Was habt ihr den per Vertrag vereinbart was gemacht werden soll?
Was wurde darüber hinaus berechnet?
Habt ihr einen Nachweis ds die berechneten Leistungen NICHT gemacht wurden? 
Wie in solchen Fällen immer, sofort damit zum Anwalt, spart jede Menge Nerven!

----------


## konni32

Im Vertrag stehen die Katheterisierung (über Krankenkasse) und Hilfe bei Ausscheidung (über Pflegekasse).
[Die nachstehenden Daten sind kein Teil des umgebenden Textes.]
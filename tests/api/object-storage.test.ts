import { createHash, randomBytes } from 'node:crypto';
import { Readable } from 'node:stream';
import { afterAll, beforeAll, describe, expect, it } from 'vitest';
import { createObjectStorage, type ObjectStorage } from '../../server/services/object-storage';
import { uniqueSuffix } from '../helpers/people';
import { testEnv } from '../setup/test-services';

let storage: ObjectStorage;
const prefix = `tests/object-storage-${uniqueSuffix()}/`;

beforeAll(() => {
  storage = createObjectStorage(testEnv());
});

afterAll(async () => {
  if (!storage) return;
  for (const item of await storage.listObjects(prefix)) await storage.deleteObject(item.key);
  storage.close();
});

const sha256 = (data: Buffer) => createHash('sha256').update(data).digest('hex');

describe('object storage (fake S3)', () => {
  it('stores a streamed upload of unknown length byte for byte (no aws-chunked framing)', async () => {
    // 6 MiB in uneven chunks: above lib-storage's 5 MiB part size, so it goes multipart.
    const original = randomBytes(6 * 1024 * 1024 + 123);
    const chunks = [];
    for (let offset = 0; offset < original.length; offset += 700_001) chunks.push(original.subarray(offset, offset + 700_001));
    await storage.putObject(`${prefix}frame.raw`, Readable.from(chunks), { contentType: 'application/octet-stream' });

    const stored = await storage.getObjectBuffer(`${prefix}frame.raw`);
    expect(stored.length).toBe(original.length);
    expect(sha256(stored)).toBe(sha256(original));
  });

  it('stores a small streamed upload byte for byte', async () => {
    const original = Buffer.from('rail position 447.0 mm\n'.repeat(100));
    await storage.putObject(`${prefix}small.txt`, Readable.from([original]), { contentType: 'text/plain' });
    const { stream, contentType } = await storage.getObjectStream(`${prefix}small.txt`);
    const received: Buffer[] = [];
    for await (const chunk of stream) received.push(chunk as Buffer);
    expect(Buffer.concat(received).equals(original)).toBe(true);
    expect(contentType).toBe('text/plain');
  });

  it('heads, lists and deletes objects; head of a missing key is null', async () => {
    await storage.putObject(`${prefix}list/a.png`, Buffer.from([1, 2, 3]), { contentType: 'image/png' });
    await storage.putObject(`${prefix}list/b.png`, Buffer.from([4, 5]));

    const head = await storage.headObject(`${prefix}list/a.png`);
    expect(head).toMatchObject({ key: `${prefix}list/a.png`, sizeBytes: 3, contentType: 'image/png' });

    const listed = await storage.listObjects(`${prefix}list/`);
    expect(listed.map((o) => o.key).sort()).toEqual([`${prefix}list/a.png`, `${prefix}list/b.png`]);
    expect(listed.find((o) => o.key.endsWith('b.png'))?.sizeBytes).toBe(2);

    await storage.deleteObject(`${prefix}list/a.png`);
    expect(await storage.headObject(`${prefix}list/a.png`)).toBeNull();
    expect((await storage.listObjects(`${prefix}list/`)).map((o) => o.key)).toEqual([`${prefix}list/b.png`]);
  });

  it('lists more than one page (1 000 keys) of a prefix, every key once', async () => {
    // S3 answers at most 1 000 keys a page (Amazon S3 API reference, ListObjects); s3rver's v2 continuation tokens fail there.
    const keys = Array.from({ length: 1_005 }, (_, i) => `${prefix}many/${String(i).padStart(4, '0')}.txt`);
    for (let start = 0; start < keys.length; start += 25) {
      await Promise.all(keys.slice(start, start + 25).map((key) => storage.putObject(key, Buffer.from('x'))));
    }
    const pages: number[] = [];
    for await (const page of storage.listObjectPages(`${prefix}many/`)) pages.push(page.length);
    expect(pages.length).toBeGreaterThanOrEqual(2);
    const listed = (await storage.listObjects(`${prefix}many/`)).map((o) => o.key).sort();
    expect(listed).toEqual(keys);
    const removed = await storage.deleteObjects(keys);
    expect(removed.failed).toEqual([]);
    expect(await storage.listObjects(`${prefix}many/`)).toEqual([]);
  }, 120_000);

  it('ensureBucket creates a missing bucket and is harmless when it exists', async () => {
    const other = createObjectStorage({ ...testEnv(), S3_BUCKET: `ensure-${uniqueSuffix()}` });
    try {
      await expect(other.checkBucket()).rejects.toThrow();
      await other.ensureBucket();
      await other.ensureBucket();
      await expect(other.checkBucket()).resolves.toBeUndefined();
    } finally {
      other.close();
    }
  });
});
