import request from 'supertest';
import { afterAll, beforeAll, describe, expect, it } from 'vitest';
import { roleValues, type Role } from '../../server/db/schema';
import { CSRF_HEADER_NAME } from '../../server/middleware/csrf';
import { routeTable } from '../../server/routes/route-table';
import type { RouteSpec } from '../../server/routes/route-definition';
import { signedInWithRoles, startBrowserSession, type SignedInSession } from '../helpers/browser-session';
import { createTestPerson } from '../helpers/people';
import { createTestApp, type TestApp } from '../helpers/test-app';

let testApp: TestApp;
const sessionsByRole = new Map<Role, SignedInSession>();

beforeAll(async () => {
  testApp = createTestApp();
  for (const role of roleValues) sessionsByRole.set(role, await signedInWithRoles(testApp, [role]));
});

afterAll(async () => {
  await testApp?.close();
});

/** A concrete URL for a route path: every `:param` becomes a well-formed id that matches nothing. */
function concretePath(route: RouteSpec): string {
  return route.path.replace(/:[A-Za-z]+/g, '00000000-0000-4000-8000-000000000000');
}

function send(session: { agent: request.Agent; csrfToken: string }, route: RouteSpec) {
  const call = session.agent[route.method](concretePath(route));
  return route.method === 'get' ? call : call.set(CSRF_HEADER_NAME, session.csrfToken).send({});
}

describe('route table', () => {
  it('lists GET /api/people as admin only, and auth and health as public or signed-in', () => {
    const byKey = new Map(routeTable.map((r) => [`${r.method} ${r.path}`, r.roles]));
    expect(byKey.get('get /api/people')).toEqual(['admin']);
    expect(byKey.get('get /api/health')).toBe('public');
    expect(byKey.get('post /api/auth/sign-in')).toBe('public');
    expect(byKey.get('get /api/auth/me')).toBe('signed-in');
  });

  const guarded = routeTable.filter((route) => route.roles !== 'public');

  it.each(guarded.map((route) => [`${route.method.toUpperCase()} ${route.path}`, route] as const))(
    '%s answers an anonymous visitor (with a valid CSRF token) with 401 and a JSON error',
    async (_name, route) => {
      const anonymous = await startBrowserSession(testApp.app);
      const response = await send(anonymous, route);
      expect(response.status).toBe(401);
      expect(response.body.error.message).toBe('You need to sign in to do this.');
    },
  );

  const cases = guarded.flatMap((route) =>
    roleValues.map((role) => {
      const allowed = route.roles === 'signed-in' || (route.roles as readonly Role[]).includes(role);
      return [`${route.method.toUpperCase()} ${route.path}`, role, allowed, route] as const;
    }),
  );

  it.each(cases)('%s as %s: allowed=%s', async (_name, role, allowed, route) => {
    const response = await send(sessionsByRole.get(role)!, route);
    if (allowed) {
      expect(response.status).not.toBe(401);
      expect(response.status).not.toBe(403);
    } else {
      expect(response.status).toBe(403);
      expect(response.body.error.message).toMatch(/^Your account does not have a role allowed to do this/);
    }
  });
});

describe('GET /api/people', () => {
  it('is refused with 403 to technician, reviewer and client', async () => {
    for (const role of ['technician', 'reviewer', 'client'] as const) {
      const response = await sessionsByRole.get(role)!.agent.get('/api/people');
      expect(response.status, role).toBe(403);
      expect(response.body).toEqual({
        error: { message: 'Your account does not have a role allowed to do this (needs: admin).' },
      });
    }
  });

  it('is refused with 401 to an anonymous visitor', async () => {
    expect((await request(testApp.app).get('/api/people')).status).toBe(401);
  });

  it('lists people with their roles for an admin, and filters by active', async () => {
    const inactive = await createTestPerson(testApp.deps, { roles: ['technician', 'reviewer'], active: false });
    const admin = sessionsByRole.get('admin')!;

    const all = await admin.agent.get('/api/people');
    expect(all.status).toBe(200);
    const listed = all.body.people.find((p: { id: string }) => p.id === inactive.id);
    expect(listed).toMatchObject({ email: inactive.email, active: false, roles: ['technician', 'reviewer'], organisation: null });
    expect(listed).not.toHaveProperty('passwordHash');

    const activeOnly = await admin.agent.get('/api/people?active=true');
    expect(activeOnly.body.people.some((p: { id: string }) => p.id === inactive.id)).toBe(false);
    expect(activeOnly.body.people.some((p: { id: string }) => p.id === admin.person.id)).toBe(true);

    const bad = await admin.agent.get('/api/people?active=maybe');
    expect(bad.status).toBe(400);
    expect(bad.body.error.fields).toEqual({ active: 'Field "active" must be true or false.' });
  });

  it('is allowed to a person holding admin among other roles', async () => {
    const both = await signedInWithRoles(testApp, ['technician', 'admin']);
    expect((await both.agent.get('/api/people')).status).toBe(200);
  });
});
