// --verify lists a missing and a corrupted frame and exits 1; --resume
// repairs exactly those, after which --verify passes.
func TestFlightVerify(t *testing.T) {
	dir := t.TempDir()
	plan := writePlan(t, dir, voyagePlan(6))
	if code, _, errs := runIn(t, "flight", plan); code != exitOK {
		t.Fatalf("render: status %d\n%s", code, errs)
	}
	out := filepath.Join(dir, "out")
	before := tree(t, out)
	if code, so, se := runIn(t, "flight", plan, "--verify"); code != exitOK {
		t.Fatalf("verify of a fresh render: status %d\n%s%s", code, so, se)
	}
	if err := os.Remove(filepath.Join(out, "frames", "00002.png")); err != nil {
		t.Fatal(err)
	}
	png4 := filepath.Join(out, "frames", "00004.png")
	b, err := os.ReadFile(png4)
	if err != nil {
		t.Fatal(err)
	}
	b[len(b)/2] ^= 0x40
	if err := os.WriteFile(png4, b, 0o644); err != nil {
		t.Fatal(err)
	}
	code, so, _ := runIn(t, "flight", plan, "--verify")
	if code != exitFailure {
		t.Errorf("verify: status %d, want %d", code, exitFailure)
	}
	for _, w := range []string{"missing frame 2:", "corrupt frame 4:", "4 intact, 1 missing, 1 corrupt"} {
		if !strings.Contains(so, w) {
			t.Errorf("verify output lacks %q:\n%s", w, so)
		}
	}
	// A sidecar from another plan (sealed as a real one is) is corrupt too.
	side0 := filepath.Join(out, "frames", "00000.json")
	var s flightjob.Sidecar
	sb, _ := os.ReadFile(side0)
	if err := json.Unmarshal(sb, &s); err != nil {
		t.Fatal(err)
	}
	s.Flight.PlanHash = strings.Repeat("0", 64)
	sb2, _ := json.MarshalIndent(s, "", "  ")
	if err := os.WriteFile(side0, append(flightjob.Seal(sb2), '\n'), 0o644); err != nil {
		t.Fatal(err)
	}
	if _, so, _ := runIn(t, "flight", plan, "--verify"); !strings.Contains(so, "corrupt frame 0:") || !strings.Contains(so, "different inputs") {
		t.Errorf("verify did not flag a sidecar of another plan:\n%s", so)
	}
	code, _, se := runIn(t, "flight", plan, "--resume")
	if code != exitOK || !strings.Contains(se, "resume: 3 of 6 frames already done") {
		t.Errorf("resume: status %d\n%s", code, se)
	}
	if code, so, se := runIn(t, "flight", plan, "--verify"); code != exitOK {
		t.Errorf("verify after resume: status %d\n%s%s", code, so, se)
	}
	after := tree(t, out)
	for name, want := range before {
		if !bytes.Equal(after[name], want) {
			t.Errorf("%s differs after repair", name)
		}
	}
}

// A camera swinging between the bright forward sky and the dark sky behind
// every frame fails the general flash threshold of WCAG 2.1 SC 2.3.1 [pub]
// (more than 3 flashes in a second); a steady view passes.
func TestFlightFlashWarning(t *testing.T) {
	const warn = "WCAG 2.3.1 / ITU-R BT.1702 general flash threshold"
	base := `
[start]
speed = 0.99
ra = 266.4
dec = -28.9

[[leg]]
kind = "cruise"
ship_years = 1

[show]
fps = 10
seconds = 1
` + tinyCamera
	var keys strings.Builder
	for i := 0; i < 10; i++ {
		look := "ahead"
		if i%2 == 1 {
			look = "behind"
		}
		fmt.Fprintf(&keys, "\n[[camera.look]]\nat = %g\nlook = %q\n", float64(i)/10, look)
	}
	for _, c := range []struct {
		name, plan string
		warn       bool
	}{
		{"steady", base, false},
		{"alternating", base + keys.String(), true},
	} {
		t.Run(c.name, func(t *testing.T) {
			dir := t.TempDir()
			plan := writePlan(t, dir, c.plan)
			code, _, errs := runIn(t, "flight", plan)
			if code != exitOK {
				t.Fatalf("status %d\n%s", code, errs)
			}
			if got := strings.Contains(errs, warn); got != c.warn {
				t.Errorf("warning printed: %v, want %v\n%s", got, c.warn, errs)
			}
			var s flightjob.Sidecar
			b, _ := os.ReadFile(filepath.Join(dir, "out", "frames", "00000.json"))
			if err := json.Unmarshal(b, &s); err != nil {
				t.Fatal(err)
			}
			// Straight ahead at 0.99 c the sky is bright: the recorded
			// mean luminance must be well above black.
			if !(s.Flight.MeanLuminance > 0.01 && s.Flight.MeanLuminance <= 1) {
				t.Errorf("frame 0 mean luminance %v, want in (0.01, 1]", s.Flight.MeanLuminance)
			}
		})
	}
}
Es musste 2 mal das Bettlaken gewechselt werden, dafür berechnet man "Vollständiges Ab- und Beziehen des Bettes" (dies ist auch okay), aber zusätzlich berechnet man noch 2 x kleine Toilette, obwohl die Teilwaschung über das Kathetern läuft und vor dem Wechsel dies gemacht wurde. Dann musste wegen einem Fehler einer Schwester zusätzlich eine geholt werden, da die anwesende sich dies nicht traute, dafür wurden dann auch noch 2 zusätzliche Leistungen berechnet. 4 x zeichnete man auch noch "kleine Toilette" ab, obwohl nichts dergleichen gemacht wurde. 
Wie soll man dies denn nachweisen?

----------


## wheelchairpower

Müsst ihr den PD zahlen oder wird er bezahlt?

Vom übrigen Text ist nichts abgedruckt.